# Mongoose Black Diamond Double Follow-up



## ammarhio (Jul 26, 2006)

This is a follow-up to the Mongoose Black Diamond Double. First off, This bike Hauls ass!!! I beat my friend, which was riding a Specialized Stuntjumper!! Not bad for a Freeride/DH bike. The Floating BB alows for an amazingly smooth suspension, and compliments the braking distubution as well. This bike feels like it is on rail, when it's going downhill. I mean, I've ridden a Giant Glory DH, and I would take this bike over it anyday! I must say, this bike is best at dropping and jumping. Idk what it is (mabye the frame geo), but the bike is just so nimble and easy to control while flying. Great overall bike and I would reccomend this bike to the aspiring freerider, or the next Sam Hill:thumbsup:. 


Feel free to ask any questions!!


----------



## rmbnick (Jun 10, 2007)

good ****, although i am discouraged by mangoose mostley cause you see there bikes in target . but sounds good man


----------



## drakan (Dec 16, 2006)

That's what so strange... Mongoose must have been bought out by someone, because the new company is Mongoose Pro, check out the website...
Mongoose - Target
Mongoose Pro - Crazy nice deals on good bikes...


----------



## Acme54321 (Oct 8, 2003)

drakan said:


> That's what so strange... Mongoose must have been bought out by someone, because the new company is Mongoose Pro, check out the website...
> Mongoose - Target
> Mongoose Pro - Crazy nice deals on good bikes...


Its been that way for uhhhh... years.


----------



## mtbben10 (Feb 26, 2007)

Mongoose and GT are now under one company called pacific cycles.

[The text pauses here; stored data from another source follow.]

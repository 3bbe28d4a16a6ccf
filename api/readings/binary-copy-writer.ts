// Streams rows to a COPY ... (FORMAT binary): no text to parse on the server, which is most of the cost of a text COPY.
import { once } from 'node:events';
import type pg from 'pg';
import { from as copyFrom } from 'pg-copy-streams';

export type BinaryField = 'timestamptz' | 'int4' | 'float4';

const SIGNATURE = Buffer.from('PGCOPY\n\xff\r\n\0', 'latin1');
/** PostgreSQL keeps timestamps as microseconds since 2000-01-01 UTC. */
const PG_EPOCH_MS = Date.UTC(2000, 0, 1);
const FIELD_BYTES: Record<BinaryField, number> = { timestamptz: 8, int4: 4, float4: 4 };
/** pg-copy-streams is fastest fed in chunks of this order rather than a write per row. */
const CHUNK_BYTES = 64 * 1024;

/**
 * `add` buffers a row and `flush`/`end` send it; the server's error, if any (e.g. a duplicate key), is kept in
 * `failure` and ends the stream, so the caller can roll back to a savepoint and take another path.
 */
export class BinaryCopyWriter {
  failure: (Error & { code?: string }) | null = null;
  private readonly stream: ReturnType<typeof copyFrom>;
  private readonly done: Promise<void>;
  private readonly rowBytes: number;
  private buffer: Buffer;
  private offset = 0;

  constructor(client: pg.ClientBase, sql: string, private readonly fields: readonly BinaryField[]) {
    this.stream = client.query(copyFrom(sql));
    this.done = new Promise<void>((resolve) => {
      this.stream.on('finish', resolve);
      this.stream.on('error', (error: Error) => {
        this.failure ??= error;
        resolve();
      });
    });
    this.rowBytes = 2 + fields.reduce((n, f) => n + 4 + FIELD_BYTES[f], 0);
    this.buffer = Buffer.allocUnsafe(Math.max(CHUNK_BYTES, this.rowBytes) + SIGNATURE.length + 8);
    SIGNATURE.copy(this.buffer, 0);
    this.buffer.writeInt32BE(0, 11);
    this.buffer.writeInt32BE(0, 15);
    this.offset = 19;
  }

  /** Values in field order: epoch ms for a timestamptz, numbers otherwise. */
  add(values: readonly number[]): void {
    if (this.offset + this.rowBytes > this.buffer.length) this.rotate();
    let o = this.buffer.writeInt16BE(this.fields.length, this.offset);
    for (let i = 0; i < this.fields.length; i++) {
      const field = this.fields[i];
      o = this.buffer.writeInt32BE(FIELD_BYTES[field], o);
      if (field === 'timestamptz') {
        // Microseconds stay below 2^53, so two 32-bit halves carry them without a BigInt per row.
        const micros = Math.round((values[i] - PG_EPOCH_MS) * 1000);
        const high = Math.floor(micros / 4_294_967_296);
        o = this.buffer.writeInt32BE(high, o);
        o = this.buffer.writeUInt32BE(micros - high * 4_294_967_296, o);
      }
      else if (field === 'int4') o = this.buffer.writeInt32BE(values[i], o);
      else o = this.buffer.writeFloatBE(values[i], o);
    }
    this.offset = o;
  }

  /** Sends what is buffered, waiting while the connection is saturated. */
  async flush(): Promise<void> {
    if (this.failure || this.offset === 0) return;
    const chunk = this.buffer.subarray(0, this.offset);
    this.buffer = Buffer.allocUnsafe(this.buffer.length);
    this.offset = 0;
    if (!this.stream.write(chunk)) await Promise.race([once(this.stream, 'drain'), this.done]);
  }

  /** Resolves with the server's error, or null once every row is in. */
  async end(): Promise<(Error & { code?: string }) | null> {
    if (!this.failure) {
      await this.flush();
      const trailer = Buffer.alloc(2);
      trailer.writeInt16BE(-1, 0);
      this.stream.end(trailer);
    }
    await this.done;
    return this.failure;
  }

  private rotate(): void {
    // Called between awaits only when a caller adds many rows without flushing: keep them all.
    const bigger = Buffer.allocUnsafe(this.buffer.length * 2);
    this.buffer.copy(bigger, 0, 0, this.offset);
    this.buffer = bigger;
  }
}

Notice how the mongoose Freeride linkage is similar to the I-Drive linkage. I have the Black diamoind triple. My only concern is the front fork. Marzocchi says to set the air up to a certain pressure in the 66 SL1 but it feels to stiff and ive heard there was a post up here that had revised air charts.


----------



## ammarhio (Jul 26, 2006)

*mongoose/mongoose pro*

I know wht u mean bro, but there is a huge diffrence between mongoose & mongoose pro. It's like Iron horse department store bikes, and there Pro bikes. Two totally diffrent categories!!


----------



## ammarhio (Jul 26, 2006)

GT makes some very, very nice bikes, all in all, mongoose is getting back into the Freeride/Downhill game with a vengence


----------



## HighTitan (Jan 26, 2007)

so i should get this bike if i wanna be the next sam hill? sick where do i buy one? you think my local target will have it?


----------



## drakan (Dec 16, 2006)

HighTitan said:


> so i should get this bike if i wanna be the next sam hill? sick where do i buy one? you think my local target will have it?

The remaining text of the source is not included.